[Saved entries]
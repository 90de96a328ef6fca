namespace LoadWatch.Activities;

/// <summary>A stretch of time in milliseconds since 1970-01-01T00:00:00Z; null is open on that side.</summary>
/// <param name="From">Belongs to it.</param>
/// <param name="To">Does not belong to it any more.</param>
public sealed record Stretch(long? From, long? To)
{
    public static Stretch Always { get; } = new(null, null);

    public bool Holds(long time) => !(time < From) && !(time >= To);
}

/// <summary>Lists of stretches.</summary>
internal static class Stretches
{
    /// <summary>What is left of one without others, in time order.</summary>
    public static IReadOnlyList<Stretch> Without(this Stretch whole, IEnumerable<Stretch> others)
    {
        List<Stretch> left = [whole];
        foreach (var other in others)
        {
            left = left.ConvertAll(one => Without(one, other)).SelectMany(pieces => pieces).ToList();
        }

        return left;
    }

    /// <summary>Sorted, and those that meet or overlap made one; a millisecond is no gap. All must have both ends.</summary>
    public static IReadOnlyList<Stretch> Joined(this IEnumerable<Stretch> stretches)
    {
        var joined = new List<Stretch>();
        foreach (var one in stretches.OrderBy(one => one.From).ThenBy(one => one.To))
        {
            if (joined.Count > 0 && one.From <= joined[^1].To + 1)
            {
                joined[^1] = joined[^1] with { To = Math.Max(joined[^1].To!.Value, one.To!.Value) };
            }
            else
            {
                joined.Add(one);
            }
        }

        return joined;
    }

    /// <summary>Length of stretches that do not overlap and have both ends, milliseconds.</summary>
    public static long Length(this IEnumerable<Stretch> stretches) => stretches.Sum(one => one.To!.Value - one.From!.Value);

    /// <summary>The part of one that lies within another, or null.</summary>
    public static Stretch? Within(this Stretch one, Stretch other)
    {
        var from = Later(one.From, other.From);
        var to = Earlier(one.To, other.To);
        return from >= to ? null : new Stretch(from, to);
    }

    private static IEnumerable<Stretch> Without(Stretch one, Stretch other)
    {
        if (one.Within(other) is null)
        {
            return [one];
        }

        var before = other.From is null ? null : one.Within(new Stretch(null, other.From));
        var after = other.To is null ? null : one.Within(new Stretch(other.To, null));
        return new[] { before, after }.OfType<Stretch>();
    }

    private static long? Later(long? a, long? b) => a is null || b > a ? b ?? a : a;

    private static long? Earlier(long? a, long? b) => a is null || b < a ? b ?? a : a;
}
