using LoadWatch.Recordings;
using NodaTime;

namespace LoadWatch.Activities;

/// <summary>Plans one activity: what each of its recordings gives.</summary>
/// <param name="claimed">The stretches of a recording and channel that belong to other activities.</param>
/// <param name="role">Of a recording; whether one that may give does is found here.</param>
internal sealed class SessionMerging(
    SessionGroup group, Func<RecordingSummary, Channel?, IReadOnlyList<Stretch>> claimed, Func<RecordingSummary, ContributionRole> role)
{
    /// <summary>Each of their readings stands for itself, so two devices may take turns.</summary>
    private static readonly Channel[] Rates = [Channel.HeartRate, Channel.Power, Channel.Speed, Channel.Cadence];

    /// <summary>Totals and heights have a zero of their own in each device: readings of two in a row would tell of a way that nobody went.</summary>
    private static readonly Channel[] Levels = [Channel.Distance, Channel.Altitude];

    private readonly RecordingSummary[] able = [.. group.Recordings.Where(one => role(one) is ContributionRole.Wins or ContributionRole.Gives)];

    public SessionPlan Plan()
    {
        var rates = Rates.SelectMany(RateGifts).ToList();
        var span = new SessionSpan(group.Winner, one => claimed(one, null), rates);
        var sport = SportGiver(span);
        var distance = OfWholeSession(one => one.DistanceMetres is > 0, span, SessionClaims.Ran);
        var sets = SetGivers();
        List<(RecordingSummary Recording, Gift Gift)> gifts =
        [
            .. rates,
            .. Levels.SelectMany(channel => LevelGift(channel, span)),
            .. sets.Select(one => (one, Gift.Of(WholeGift.Sets))),
            .. Others(distance).Select(one => (one, Gift.Of(WholeGift.StatedDistance))),
            .. Others(sport).Select(one => (one, Gift.Of(WholeGift.Sport))),
        ];
        var frame = new SessionFrame(
            span.Start,
            span.ElapsedSeconds,
            span.TimerSeconds,
            sport?.Sport ?? group.Winner.Sport,
            sets.Sum(one => one.Sets),
            distance is null || (distance == group.Winner && span.IsCut) ? null : distance.DistanceMetres);
        return new SessionPlan(group.Winner, frame, Contributions(gifts.ToLookup(gift => gift.Recording, gift => gift.Gift), span.IsCut));
    }

    private IEnumerable<(RecordingSummary Recording, Gift Gift)> RateGifts(Channel channel) =>
        new ChannelGifts(channel, able, group.Winner, one => claimed(one, channel)).Gifts;

    private IEnumerable<(RecordingSummary Recording, Gift Gift)> LevelGift(Channel channel, SessionSpan span)
    {
        var giver = OfWholeSession(one => one.Extent(channel) is { IsUsable: true }, span, one => new Stretch(one.Extent(channel)!.First, one.Extent(channel)!.Last + 1))
            ?? (able.Contains(group.Winner) && group.Winner.Channels[channel] is not null ? group.Winner : null);
        return giver is null ? [] : [(giver, new Gift(channel, null, Stretch.Always.Without(claimed(giver, channel))))];
    }

    /// <summary>
    /// The richest that tells of nine tenths of the session (a choice), else the richest: the total of a device that died after a third is not the
    /// session's. One that ran on through other activities is not asked, as its figure is theirs too.
    /// </summary>
    private RecordingSummary? OfWholeSession(Func<RecordingSummary, bool> tells, SessionSpan span, Func<RecordingSummary, Stretch> extent)
    {
        var telling = able.Where(one => tells(one) && (one == group.Winner || claimed(one, null).Count == 0)).ToList();
        return telling.Find(one => span.IsCoveredBy(extent(one))) ?? telling.FirstOrDefault();
    }

    /// <summary>What the session as a whole was: a short ride in it does not make a match a ride.</summary>
    private RecordingSummary? SportGiver(SessionSpan span)
    {
        var giver = OfWholeSession(one => one.Sport.Name != Sport.Generic.Name, span, SessionClaims.Ran) ?? able.FirstOrDefault(one => one.Sport.Name != Sport.Generic.Name);
        return giver?.Sport == group.Winner.Sport ? group.Winner : giver;
    }

    /// <summary>The richest that holds sets, and besides it those that are no second record of it: two lists of one hour may be two rooms.</summary>
    private List<RecordingSummary> SetGivers()
    {
        var givers = new List<RecordingSummary>();
        foreach (var one in able.Where(one => one.Sets > 0))
        {
            if (!givers.Exists(giver => SessionOverlap.IsOneSession(giver, one)))
            {
                givers.Add(one);
            }
        }

        return givers;
    }

    private IEnumerable<RecordingSummary> Others(RecordingSummary? one) => one is null || one == group.Winner ? [] : [one];

    private List<Contribution> Contributions(ILookup<RecordingSummary, Gift> gifts, bool isCut)
    {
        var others = group.Others.Select(one => (Recording: one, Gifts: gifts[one].ToList())).ToList();
        var isAlone = !isCut && role(group.Winner) == ContributionRole.Wins && others.TrueForAll(one => one.Gifts.Count == 0) && gifts[group.Winner].All(IsWhole);
        return
        [
            new Contribution(group.Winner.Key, role(group.Winner), isAlone ? null : [.. gifts[group.Winner]]) { Source = group.Winner.Source },
            .. others.Select(one => new Contribution(one.Recording.Key, RoleOf(one.Recording, one.Gifts), one.Gifts) { Source = one.Recording.Source }),
        ];
    }

    private ContributionRole RoleOf(RecordingSummary one, List<Gift> gifts) =>
        role(one) == ContributionRole.Gives && gifts.Count == 0 ? ContributionRole.Superseded : role(one);

    private static bool IsWhole(Gift gift) => gift.Channel is null || gift.Stretches is [{ From: null, To: null }];
}
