using LoadWatch.Activities;
using LoadWatch.Loads;
using LoadWatch.People;

namespace LoadWatch.Service.Explain;

/// <summary>How a quantity of a session is computed, and after whom.</summary>
/// <param name="Formula">In symbols or plain words.</param>
/// <param name="Source">Authors, year, title; "common practice" where nothing is published; what is from memory says so.</param>
public sealed record QuantityFormula(string Formula, string Source)
{
    private const string NoSource = "a plain total, no source needed";
    private const string Practice = "common practice, no published source";
    private const string EffortSource = "Tudor-Locke et al. 2019, 2020, 2021, Int J Behav Nutr Phys Act; Bushman 2020, ACSM's Health Fit J 24(4)";

    /// <summary>Null for a quantity that a table states: it is taken as it stands.</summary>
    /// <param name="ageYears">Of the person on the date of the session; null where not known.</param>
    public static QuantityFormula? Of(string quantity, EquationChoices equations, int? ageYears) => quantity switch
    {
        QuantityNames.BanisterTrimp => new(
            "sum over the readings of minutes x a exp(b x), x = (heart rate - resting) / (maximal - resting), held within 0 and 1",
            "Morton, Fitz-Clarke and Banister 1990, J Appl Physiol 69:1171-1177; factors from secondary pages that agree"),
        QuantityNames.IndividualTrimp => new(
            "sum over the readings of minutes x a exp(b x), with the person's own a and b",
            "Manzi et al. 2009, Med Sci Sports Exerc 41:2090-2096 (pages from memory)"),
        QuantityNames.EdwardsLoad => new(
            "sum of minutes x weight in the zones from 50, 60, 70, 80 and 90 % of maximal heart rate",
            "Edwards 1993, The Heart Rate Monitor Book (weights from memory)"),
        QuantityNames.LuciaLoad => new(
            "sum of minutes x weight below the first threshold, between the two, and above the second",
            "Lucia et al. 2003, Med Sci Sports Exerc 35:872-878 (multipliers from memory)"),
        QuantityNames.StagnoLoad => new(
            "sum of minutes x weight in five zones of maximal heart rate",
            "Stagno, Thatcher and van Someren 2007, J Sports Sci 25:629-634 (zones and weights from memory)"),
        QuantityNames.FosterLoad => new("rating of effort (0 to 10) x minutes", "Foster 1998, Med Sci Sports Exerc 30:1164-1168; Foster et al. 2001, J Strength Cond Res 15:109-115 (titles from memory)"),
        QuantityNames.Minutes => new("timer time, else elapsed time", NoSource),
        QuantityNames.Distance => new("as the session states it, else largest less smallest reading", NoSource),
        QuantityNames.Climb => new("sum of the rises from each low to the next high, a turn counting from 3 m on", Practice),
        QuantityNames.Work => new("sum of power x time over usable readings", NoSource),
        QuantityNames.SpeedTop or QuantityNames.PowerTop => new("highest value held for 1 s", Practice),
        QuantityNames.SpeedTopShare => new("top speed / the person's best speed", Practice),
        QuantityNames.Accelerations or QuantityNames.Decelerations => new(
            "efforts of 2.5 m/s2 or more, by the slope of speed over half a second, held for 0.5 s at ten readings a second or more, for 1 s at fewer",
            "bound and sampling: Harper, Carling and Kiely 2019, Sports Med 49:1923 (above 2.5 m/s2; 2.5 itself counts here); how long an effort lasts is a choice"),
        QuantityNames.MinutesModerate => OfEffort("3", StepCadence.Lines(equations.StepCadence, ageYears).Moderate),
        QuantityNames.MinutesVigorous => OfEffort("6", StepCadence.Lines(equations.StepCadence, ageYears).Vigorous),
        QuantityNames.Sets or QuantityNames.Repetitions => new("counted over the working sets", NoSource),
        QuantityNames.Kilograms => new("sum of kilograms x repetitions over the working sets", NoSource),
        _ when quantity.StartsWith(QuantityNames.OneRepetitionMaxOf, StringComparison.Ordinal) => OfMaximum(equations.OneRepetitionMaxByRepetitions),
        _ when quantity.StartsWith(DistanceAbove.Prefix, StringComparison.Ordinal) => new("sum of speed x time at the bound and faster, a reading taken as the middle of its tenth of a metre per second (up to 0.05 m/s off)", "common practice; no consensus on bounds (Gualtieri et al. 2023, Front Sports Act Living 5:1116293)"),
        _ => null,
    };

    private static QuantityFormula OfEffort(string mets, double stepsPerMinute) => new(
        FormattableString.Invariant(
            $"minutes of {mets} METs and more: on foot from {stepsPerMinute} steps a minute on where cadence is usable, else by the oxygen cost of speed and climb; on a bicycle by that of power and body mass"),
        EffortSource);

    private static QuantityFormula OfMaximum(OneRepetitionMaxEquation equation) =>
        new("kilograms / the share of the maximum that repetitions done and in reserve let expect, the highest of the sets", SourceOf(equation));

    /// <summary>Of the share of the maximum that so many repetitions to failure let expect.</summary>
    public static string SourceOf(OneRepetitionMaxEquation equation) => equation switch
    {
        OneRepetitionMaxEquation.Epley => "1 + r / 30: Epley 1985, Poundage chart",
        OneRepetitionMaxEquation.Brzycki => "36 / (37 - r): Brzycki 1993, J Phys Educ Recreat Dance 64:88-90",
        OneRepetitionMaxEquation.Lander => "100 / (101.3 - 2.67123 r): Lander 1985 (from memory)",
        OneRepetitionMaxEquation.Mayhew => "100 / (52.2 + 41.9 exp(-0.055 r)): Mayhew et al. 1992",
        OneRepetitionMaxEquation.Wathan => "100 / (48.8 + 53.8 exp(-0.075 r)): Wathan 1994, Load assignment",
        _ => "the training load chart of the National Strength and Conditioning Association",
    };
}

## What is required
Your reply is to be the number of lines above in which the word "left" appears, and nothing else.

## Answer box
4